Go through the listing below and report how many lines contain the word "reload"; write no other words.

Information section start

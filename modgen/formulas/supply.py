"""The supply: rails at the ends of their tolerance, and behind a protection diode."""

from __future__ import annotations

import math
from collections.abc import Sequence
from itertools import pairwise


def interpolate_drop(points: Sequence[tuple[float, float]], current: float) -> float:
    """Forward drop of a diode at a current, from a few points of its curve.

    Parameters
    ----------
    points : sequence of (float, float)
        Current and drop, currents above zero and rising. [A, V]
    current : float
        Forward current, not negative. [A]

    Returns
    -------
    float
        Drop. Below the first point, the first drop: an upper bound, since a drop never falls with current.
        Above the last, a straight line through the last two points in current, since there the diode's
        resistance rules; with one point, its drop. [V]

    Raises
    ------
    ValueError
        When there are no points, their currents do not rise from above 0 A, or the current is below 0 A.

    Notes
    -----
    Between points the drop is linear in the logarithm of the current, as the diode law V = n V_T ln(I/I_S)
    is where resistance does not matter.

    References
    ----------
    .. [1] P. Horowitz, W. Hill, The Art of Electronics, 3rd ed., 2015, chapter 1, diodes; chapter 2,
       Ebers-Moll model.

    Examples
    --------
    >>> round(interpolate_drop([(0.001, 0.32), (0.1, 0.5)], 0.01), 3)
    0.41
    """
    if not points or points[0][0] <= 0.0 or any(a[0] >= b[0] for a, b in pairwise(points)):
        raise ValueError(f"points {list(points)}: at least one, currents above 0 A and rising")
    if current < 0.0:
        raise ValueError(f"forward current {current:g} A: not below 0 A")
    if current <= points[0][0]:
        return points[0][1]
    for (i_low, v_low), (i_high, v_high) in pairwise(points):
        if current <= i_high:
            return v_low + (v_high - v_low) * math.log(current / i_low) / math.log(i_high / i_low)
    if len(points) == 1:
        return points[0][1]
    (i_low, v_low), (i_high, v_high) = points[-2:]
    return v_high + (current - i_high) * (v_high - v_low) / (i_high - i_low)


def rail_ends(nominal: float, tolerance: float) -> tuple[float, float]:
    """A rail at its least and at its greatest magnitude.

    Parameters
    ----------
    nominal : float
        Nominal voltage, either sign. [V]
    tolerance : float
        Tolerance both ways, 0 to below 1. [-]

    Returns
    -------
    tuple of float
        Least and greatest magnitude, with the sign of the rail. [V]

    Raises
    ------
    ValueError
        When the tolerance is outside 0 to 1.

    References
    ----------
    .. [1] Definition of a tolerance.

    Examples
    --------
    >>> low, high = rail_ends(-12.0, 0.05)
    >>> round(low, 9), round(high, 9)
    (-11.4, -12.6)
    """
    if not 0.0 <= tolerance < 1.0:
        raise ValueError(f"tolerance {tolerance:g}: 0 <= tolerance < 1")
    return nominal * (1.0 - tolerance), nominal * (1.0 + tolerance)


def behind_diode(rail: float, drop: float) -> float:
    """A rail behind its series diode.

    Parameters
    ----------
    rail : float
        Voltage before the diode, either sign. [V]
    drop : float
        Drop of the diode, not negative. [V]

    Returns
    -------
    float
        Voltage behind the diode: nearer to zero by the drop, and never past zero. [V]

    Raises
    ------
    ValueError
        When the drop is below 0 V.

    References
    ----------
    .. [1] Kirchhoff's voltage law.

    Examples
    --------
    >>> round(behind_diode(-11.4, 0.3), 9)
    -11.1
    """
    if drop < 0.0:
        raise ValueError(f"drop {drop:g} V: not below 0 V")
    return math.copysign(max(0.0, abs(rail) - drop), rail)
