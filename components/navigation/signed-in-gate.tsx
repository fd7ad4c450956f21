import { useQuery } from '@tanstack/react-query';
import { Redirect, usePathname } from 'expo-router';
import type { PropsWithChildren } from 'react';
import { QueryView } from '@/components/ui/query-view';
import { meQuery } from '@/hooks/queries/me';
import { signInPath } from './routes';

/** Lets those in who are signed in, and sends the others to sign in and back here. */
export function SignedInGate({ children }: PropsWithChildren) {
  const me = useQuery(meQuery);
  const pathname = usePathname();
  if (me.data === null) return <Redirect href={signInPath(pathname + window.location.search)} />;
  return (
    <QueryView query={me} waiting="Looking who is signed in">
      {() => children}
    </QueryView>
  );
}
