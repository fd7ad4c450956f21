import { useLocalSearchParams } from 'expo-router';
import { useForm } from 'react-hook-form';
import { Banner } from '@/components/ui/banner';
import { Button } from '@/components/ui/button';
import { Form } from '@/components/ui/form';
import { contractResolver } from '@/components/forms/contract-resolver';
import { FormField } from '@/components/ui/form-field';
import { Link } from '@/components/ui/link';
import { sentence } from '@/hooks/api/problem';
import { useResetPassword } from '@/hooks/queries/session';
import { EntryFrame } from './entry-frame';

/** Where the link of a reset mail leads; its token works once. */
export function ResetPassword() {
  const { token } = useLocalSearchParams<{ token?: string }>();
  const reset = useResetPassword();
  const { control, handleSubmit } = useForm({
    resolver: contractResolver(({ ResetPassword }) => ResetPassword),
    defaultValues: { newPassword: '' },
  });
  const submit = handleSubmit(({ newPassword }) => token && reset.mutate({ token, newPassword }));
  if (!token) {
    return (
      <EntryFrame title="New password" lead="This link has ended, or was used before.">
        <Link href="/forgot-password">Send a new link</Link>
      </EntryFrame>
    );
  }
  return (
    <EntryFrame title="New password" lead="Choose a new password. Every device is signed out with it.">
      {reset.isSuccess ? (
        <Banner lead="The password is changed." text="Sign in with it." />
      ) : (
        <Form onSubmit={submit} problem={reset.error && sentence(reset.error)}>
          <FormField
            control={control}
            name="newPassword"
            label="New password"
            hint="12 characters or more."
            secureTextEntry
            autoComplete="new-password"
            onSubmitEditing={submit}
          />
          <Button label="Change the password" busyLabel="Changing it" kind="primary" tall stretch busy={reset.isPending} onPress={submit} />
        </Form>
      )}
      <Link href={reset.isSuccess ? '/sign-in' : '/forgot-password'}>{reset.isSuccess ? 'Sign in' : 'Send a new link'}</Link>
    </EntryFrame>
  );
}
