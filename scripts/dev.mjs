// npm run dev: Metro with fast refresh on PORT hands /api to Express, which restarts by itself when server code changes.
import { spawn } from 'node:child_process';
import { join } from 'node:path';
import { root } from './root.mjs';

const port = Number(process.env.PORT ?? 3000);
const host = '127.0.0.1';
const api = `http://${host}:${port + 1}`;

const start = (args, env) => spawn(process.execPath, args, { cwd: root, stdio: 'inherit', env: { ...process.env, ...env } });

const children = [
  start(['--import', 'tsx', '--watch', '--watch-preserve-output', 'server/main.ts'], {
    PORT: String(port + 1),
    HOST: host,
    BASE_URL: `http://localhost:${port}`,
  }),
  start([join('node_modules', 'expo', 'bin', 'cli'), 'start', '--web', '--port', String(port)], {
    KERBLINE_API: api,
    EXPO_NO_TELEMETRY: '1',
    EXPO_OFFLINE: '1',
    BROWSER: 'none',
  }),
];

// One that ends takes the other with it; the server treats a second signal as impatience.
let stopping = false;
function stop() {
  if (stopping) return;
  stopping = true;
  for (const child of children) if (child.exitCode === null) child.kill('SIGTERM');
}
process.on('SIGINT', stop);
process.on('SIGTERM', stop);
for (const child of children) child.on('exit', stop);
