import { StyleSheet } from 'react-native';
import { Text } from '@/components/ui/text';
import { useTheme } from '@/components/ui/theme';
import { line, touch } from '@/components/ui/tokens';
import { useMe } from '@/hooks/queries/me';
import { initials } from './initials';
import { NavLink } from './nav-link';

export function AccountCircle() {
  const { colors } = useTheme();
  const { name } = useMe();
  return (
    <NavLink
      href="/account"
      aria-label={`Account, ${name}`}
      style={[styles.circle, { borderColor: colors.ink, backgroundColor: colors.paper }]}
    >
      <Text step="note" weight={600}>
        {initials(name)}
      </Text>
    </NavLink>
  );
}

const styles = StyleSheet.create({
  circle: { width: touch, height: touch, borderRadius: touch / 2, borderWidth: line.field, alignItems: 'center', justifyContent: 'center' },
});
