import type { IconName } from '@/components/ui/icon';
import type { ProjectPage } from './routes';

export interface PageEntry {
  page: ProjectPage;
  name: string;
  icon: IconName;
  about: string;
}

/** The pages of a project, in the order in which a loop is worked on. */
export const pages: readonly PageEntry[] = [
  { page: 'home', name: 'Home', icon: 'home', about: 'where it stands' },
  { page: 'plant', name: 'Plant', icon: 'plant', about: 'what the loop drives' },
  { page: 'bench', name: 'Bench', icon: 'bench', about: 'gains and curves' },
  { page: 'analyses', name: 'Analyses', icon: 'list', about: 'what was kept' },
];

/** Which page a path of a project belongs to. */
export function pageOf(pathname: string): ProjectPage {
  const part = pathname.split('/')[3];
  return pages.find(({ page }) => page === part)?.page ?? 'home';
}
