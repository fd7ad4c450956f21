export { SignIn as default } from '@/components/account/sign-in';
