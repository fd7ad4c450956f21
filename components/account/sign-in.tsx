import { useLocalSearchParams, useRouter } from 'expo-router';
import { useForm } from 'react-hook-form';
import { View } from 'react-native';
import { safeNext, signUpPath } from '@/components/navigation/routes';
import { Button } from '@/components/ui/button';
import { Form } from '@/components/ui/form';
import { contractResolver } from '@/components/forms/contract-resolver';
import { FormField } from '@/components/ui/form-field';
import { Link } from '@/components/ui/link';
import { Text } from '@/components/ui/text';
import { hasStatus, sentence } from '@/hooks/api/problem';
import { useSignIn } from '@/hooks/queries/session';
import { EntryFrame } from './entry-frame';

const refusal = (error: unknown) => (hasStatus(error, 401) ? 'That e-mail and password do not match.' : sentence(error));

export function SignIn() {
  const router = useRouter();
  const { next = '/', email = '' } = useLocalSearchParams<{ next?: string; email?: string }>();
  const signIn = useSignIn();
  const { control, handleSubmit } = useForm({
    resolver: contractResolver(({ SignIn }) => SignIn),
    defaultValues: { email, password: '' },
  });
  const submit = handleSubmit((values) => signIn.mutate(values, { onSuccess: () => router.replace(safeNext(next)) }));
  return (
    <EntryFrame title="Sign in" lead="How far is the loop from the edge, before the car leaves the garage?">
      <Form onSubmit={submit} problem={signIn.error && refusal(signIn.error)}>
        <FormField control={control} name="email" label="E-mail" inputMode="email" autoComplete="email" onSubmitEditing={submit} />
        <FormField
          control={control}
          name="password"
          label="Password"
          secureTextEntry
          autoComplete="current-password"
          onSubmitEditing={submit}
        />
        <Button label="Sign in" busyLabel="Signing in" kind="primary" tall stretch busy={signIn.isPending} onPress={submit} />
      </Form>
      <View>
        <Link href={signUpPath(next, email)}>New here? Make an account</Link>
        <Link href="/forgot-password">Password forgotten</Link>
      </View>
      <Text step="note" tone="ink2">
        An account works at once, with a team of your own.
      </Text>
    </EntryFrame>
  );
}
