import { Note } from '@/components/ui/note';
import { Segments } from '@/components/ui/segments';
import { Heading, Text } from '@/components/ui/text';
import { formatFrequency, formatMagnitude } from '@/figures/format';
import { useMe, useUpdateMe } from '@/hooks/queries/me';
import { sentence } from '@/hooks/api/problem';
import { SettingRow } from './setting-row';

const frequencyUnits = [
  { value: 'rad/s', label: 'rad/s' },
  { value: 'Hz', label: 'Hz' },
] as const;
const magnitudeUnits = [
  { value: 'dB', label: 'dB' },
  { value: 'factor', label: 'factor' },
] as const;
const speedUnits = [
  { value: 'm/s', label: 'm/s' },
  { value: 'km/h', label: 'km/h' },
] as const;
const themes = [
  { value: 'light', label: 'light' },
  { value: 'dark', label: 'dark' },
  { value: 'system', label: 'system' },
] as const;
const onOff = [
  { value: 'on', label: 'on' },
  { value: 'off', label: 'off' },
] as const;

const exampleCrossover = 2.22;
const exampleGainMargin = 3.09;

/** Units, look and keys: chosen once, true on every page and every device. */
export function PreferencesSection() {
  const { preferences } = useMe();
  const update = useUpdateMe();
  const set = (change: Partial<typeof preferences>) => update.mutate({ preferences: change });
  const { frequencyUnit, magnitudeUnit } = preferences;
  const margin = `${formatMagnitude(exampleGainMargin, magnitudeUnit)}${magnitudeUnit === 'dB' ? ' dB' : ''}`;
  return (
    <>
      <Heading level={2}>Units, everywhere</Heading>
      <SettingRow name="Frequency">
        <Segments label="Frequency" value={frequencyUnit} options={frequencyUnits} onChange={(value) => set({ frequencyUnit: value })} />
      </SettingRow>
      <SettingRow name="Gain">
        <Segments label="Gain" value={magnitudeUnit} options={magnitudeUnits} onChange={(value) => set({ magnitudeUnit: value })} />
      </SettingRow>
      <SettingRow name="Speed">
        <Segments label="Speed" value={preferences.speedUnit} options={speedUnits} onChange={(value) => set({ speedUnit: value })} />
      </SettingRow>
      <Note>
        {`Example: crossover ${formatFrequency(exampleCrossover, frequencyUnit)} ${frequencyUnit}, gain margin ${margin}. Gains stay in the units of the control unit.`}
      </Note>
      <Heading level={2}>Look and keys</Heading>
      <SettingRow name="Theme" about="light is the one for sunlight">
        <Segments label="Theme" value={preferences.theme} options={themes} onChange={(theme) => set({ theme })} />
      </SettingRow>
      <SettingRow name="Keys on the bench" about="single letters, only while the bench has the focus">
        <Segments
          label="Keys on the bench"
          value={preferences.singleKeys ? 'on' : 'off'}
          options={onOff}
          onChange={(value) => set({ singleKeys: value === 'on' })}
        />
      </SettingRow>
      {update.error ? <Text tone="fail">{sentence(update.error)}</Text> : null}
    </>
  );
}
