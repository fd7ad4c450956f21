export { InvitationPage as default } from '@/components/members/invitation-page';
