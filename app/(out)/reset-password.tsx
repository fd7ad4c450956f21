export { ResetPassword as default } from '@/components/account/reset-password';
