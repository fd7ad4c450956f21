import type { Href } from 'expo-router';
import type { PropsWithChildren, ReactNode } from 'react';
import { View } from 'react-native';
import { useTheme } from '@/components/ui/theme';
import { line } from '@/components/ui/tokens';
import { useLayout } from '@/components/ui/use-layout';
import { MainArea } from './main-area';
import { PhoneTop } from './phone-top';
import { SignalBanner } from './signal-banner';
import { TopBar } from './top-bar';

export interface DeskFrameProps {
  title: string;
  sub?: string;
  up?: Href;
  /** What stands at the right of the phone's bar. */
  phoneActions?: ReactNode;
}

/** What stands round a page that belongs to no project. */
export function DeskFrame({ title, sub, up, phoneActions, children }: PropsWithChildren<DeskFrameProps>) {
  const { colors } = useTheme();
  const phone = useLayout() === 'phone';
  return (
    <View style={{ flex: 1, minHeight: 0 }}>
      {phone ? (
        <View style={{ borderBottomWidth: line.head, borderBottomColor: colors.ink }}>
          <PhoneTop title={title} sub={sub} up={up}>
            {phoneActions}
          </PhoneTop>
        </View>
      ) : (
        <TopBar />
      )}
      <SignalBanner />
      <MainArea>{children}</MainArea>
    </View>
  );
}
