import { StyleSheet, View } from 'react-native';
import { Icon, type IconName } from '@/components/ui/icon';
import { Sheet } from '@/components/ui/sheet';
import { Text } from '@/components/ui/text';
import { useTheme } from '@/components/ui/theme';
import { gutter } from '@/components/ui/tokens';
import { NavLink, type NavLinkProps } from './nav-link';
import { allPages } from './pages';
import type { ProjectTabsProps } from './project-tabs';
import { projectPath } from './routes';

interface RowProps extends Pick<NavLinkProps, 'href' | 'onPress'> {
  icon: IconName;
  name: string;
  about: string;
  here?: boolean;
}

function PageRow({ icon, name, about, here = false, ...link }: RowProps) {
  const { colors } = useTheme();
  const look = { borderBottomColor: colors.rule, backgroundColor: here ? colors.bar : 'transparent' };
  return (
    <NavLink {...link} aria-current={here ? 'page' : undefined} style={[styles.row, look]}>
      <Icon name={icon} />
      <Text weight={600} style={styles.name}>
        {name}
      </Text>
      <Text step="note" tone="ink2" style={styles.about}>
        {about}
      </Text>
    </NavLink>
  );
}

export interface PagesSheetProps extends ProjectTabsProps {
  open: boolean;
  onClose: () => void;
}

/** All pages of the project and the account, as a sheet on the phone. */
export function PagesSheet({ projectId, current, open, onClose }: PagesSheetProps) {
  return (
    <Sheet open={open} label="Pages" onClose={onClose}>
      <View role="navigation" aria-label="All pages">
        {allPages.map(({ page, icon, name, about }) => (
          <PageRow
            key={page}
            icon={icon}
            name={name}
            about={about}
            href={projectPath(projectId, page)}
            here={page === current}
            onPress={onClose}
          />
        ))}
        <PageRow icon="account" name="Account" about="units, theme, keys" href="/account" onPress={onClose} />
      </View>
    </Sheet>
  );
}

const styles = StyleSheet.create({
  row: {
    minHeight: 52,
    flexDirection: 'row',
    alignItems: 'center',
    gap: 14,
    borderBottomWidth: 1,
    marginHorizontal: -gutter.phone,
    paddingHorizontal: gutter.phone,
  },
  name: { fontSize: 18 },
  about: { marginLeft: 'auto' },
});
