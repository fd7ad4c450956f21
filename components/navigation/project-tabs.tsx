import { StyleSheet, View } from 'react-native';
import { Text } from '@/components/ui/text';
import { useTheme } from '@/components/ui/theme';
import { pages } from './pages';
import { NavLink } from './nav-link';
import { type ProjectPage, projectPath } from './routes';

export interface ProjectTabsProps {
  projectId: string;
  current: ProjectPage;
}

/** The project's pages in the bar on top. */
export function ProjectTabs({ projectId, current }: ProjectTabsProps) {
  const { colors } = useTheme();
  return (
    <View role="navigation" aria-label="Pages of the project" style={styles.tabs}>
      {pages.map(({ page, name }) => {
        const here = page === current;
        return (
          <NavLink key={page} href={projectPath(projectId, page)} aria-current={here ? 'page' : undefined} style={styles.tab}>
            <Text weight={here ? 700 : 500} tone={here ? 'ink' : 'ink2'}>
              {name}
            </Text>
            <View style={[styles.mark, { backgroundColor: here ? colors.ink : 'transparent' }]} />
          </NavLink>
        );
      })}
    </View>
  );
}

const styles = StyleSheet.create({
  tabs: { flexDirection: 'row', alignSelf: 'stretch', gap: 2 },
  tab: { justifyContent: 'center', alignItems: 'center', paddingHorizontal: 12, minWidth: 44 },
  mark: { position: 'absolute', left: 10, right: 10, bottom: 0, height: 4 },
});
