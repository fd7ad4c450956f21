import { useQueryClient } from '@tanstack/react-query';
import { Banner } from '@/components/ui/banner';
import { useSignal } from '@/hooks/use-signal';
import { clock } from '@/components/ui/moment';

/** Says when the signal is gone, and how old what is shown is. */
export function SignalBanner() {
  const signal = useSignal();
  const client = useQueryClient();
  if (signal) return null;
  const newest = Math.max(
    0,
    ...client
      .getQueryCache()
      .getAll()
      .map((query) => query.state.dataUpdatedAt),
  );
  const seen = newest > 0 ? `You see what was fetched at ${clock(new Date(newest))}. ` : '';
  return <Banner icon="offline" lead="No signal." text={`${seen}A draft stays on this device; keeping it needs signal.`} />;
}
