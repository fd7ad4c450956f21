import { createContext, useContext } from 'react';
import { allows, type Permission } from '@/contract/permissions';
import type { ReadProject } from '@/hooks/queries/projects';

export interface ProjectContextValue {
  project: ReadProject;
  /** Opens the sheet with all pages, for what takes the page bar's place on a phone. */
  openPages: () => void;
  /** Where a page's own actions stand in the phone's bar; null from 700 on. */
  phoneActions: HTMLElement | null;
}

export const ProjectContext = createContext<ProjectContextValue | null>(null);

function useProjectContext(): ProjectContextValue {
  const value = useContext(ProjectContext);
  if (!value) throw new Error('This page stands inside a project.');
  return value;
}

export const useProject = (): ReadProject => useProjectContext().project;
export const useOpenPages = (): (() => void) => useProjectContext().openPages;
export const usePhoneActions = (): HTMLElement | null => useProjectContext().phoneActions;

/** Whether the reader's role lets them, by the one table of who may do what. */
export const useMay = (permission: Permission): boolean => allows(useProject().role, permission);

/** Whether the reader may change plants, designs and analyses; who may not sees no controls for it. */
export const useMayEdit = (): boolean => {
  const { archived } = useProject();
  return useMay('edit') && !archived;
};
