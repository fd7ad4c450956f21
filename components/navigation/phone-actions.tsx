import type { PropsWithChildren } from 'react';
import { createPortal } from 'react-dom';
import { usePhoneActions } from './project-context';

/** A page's own action in the phone's bar, beside the dots; nothing from 700 on, where the page's head has it. */
export function PhoneActions({ children }: PropsWithChildren) {
  const place = usePhoneActions();
  return place ? createPortal(children, place) : null;
}
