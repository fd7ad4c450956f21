import { QueryClientProvider, useQuery } from '@tanstack/react-query';
import { type PropsWithChildren, useEffect, useState } from 'react';
import { SafeAreaProvider } from 'react-native-safe-area-context';
import { AnnouncementsProvider } from '@/components/ui/announcements';
import { useAppFonts } from '@/components/ui/use-app-fonts';
import { ThemeProvider } from '@/components/ui/theme';
import { UnitsProvider } from '@/components/ui/units';
import { defaultPreferences } from '@/hooks/default-preferences';
import { createQueryClient } from '@/hooks/api/query-client';
import { meQuery } from '@/hooks/queries/me';
import { recallTheme, rememberTheme } from '@/hooks/recall-theme';

/** What every page stands in: the cache of answers, the fonts, and how its reader wants it to look and count. */
export function AppProviders({ children }: PropsWithChildren) {
  const [client] = useState(createQueryClient);
  useAppFonts();
  return (
    <QueryClientProvider client={client}>
      <ReaderProviders>
        <SafeAreaProvider>{children}</SafeAreaProvider>
      </ReaderProviders>
    </QueryClientProvider>
  );
}

function ReaderProviders({ children }: PropsWithChildren) {
  const { data: me } = useQuery(meQuery);
  const preferences = me?.preferences ?? { ...defaultPreferences, theme: recallTheme() };
  const theme = me?.preferences.theme;
  useEffect(() => {
    if (theme) rememberTheme(theme);
  }, [theme]);
  return (
    <ThemeProvider preference={preferences.theme}>
      <UnitsProvider preferences={preferences}>
        <AnnouncementsProvider>{children}</AnnouncementsProvider>
      </UnitsProvider>
    </ThemeProvider>
  );
}
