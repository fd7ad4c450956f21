import { usePathname } from 'expo-router';
import { Component, type PropsWithChildren } from 'react';
import { Trouble } from '@/components/ui/trouble';
import { useSignal } from '@/hooks/use-signal';

/** Keeps a page that could not be fetched or drawn from taking the others with it; going elsewhere tries anew. */
export function PageBoundary({ children }: PropsWithChildren) {
  const pathname = usePathname();
  return <Boundary pathname={pathname}>{children}</Boundary>;
}

class Boundary extends Component<PropsWithChildren<{ pathname: string }>, { failed: boolean }> {
  override state = { failed: false };

  static getDerivedStateFromError() {
    return { failed: true };
  }

  override componentDidUpdate(before: { pathname: string }) {
    if (this.state.failed && before.pathname !== this.props.pathname) this.setState({ failed: false });
  }

  override render() {
    return this.state.failed ? <PageTrouble /> : this.props.children;
  }
}

/** Without signal a reload would lose what is open, so it is not offered. */
function PageTrouble() {
  const signal = useSignal();
  if (!signal) return <Trouble title="No signal" text="This page was not opened before, so there is nothing to show yet." />;
  return <Trouble title="This page did not load" text="Your drafts are still on this device." onRetry={() => window.location.reload()} />;
}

Information section end

Answer box ▸ 2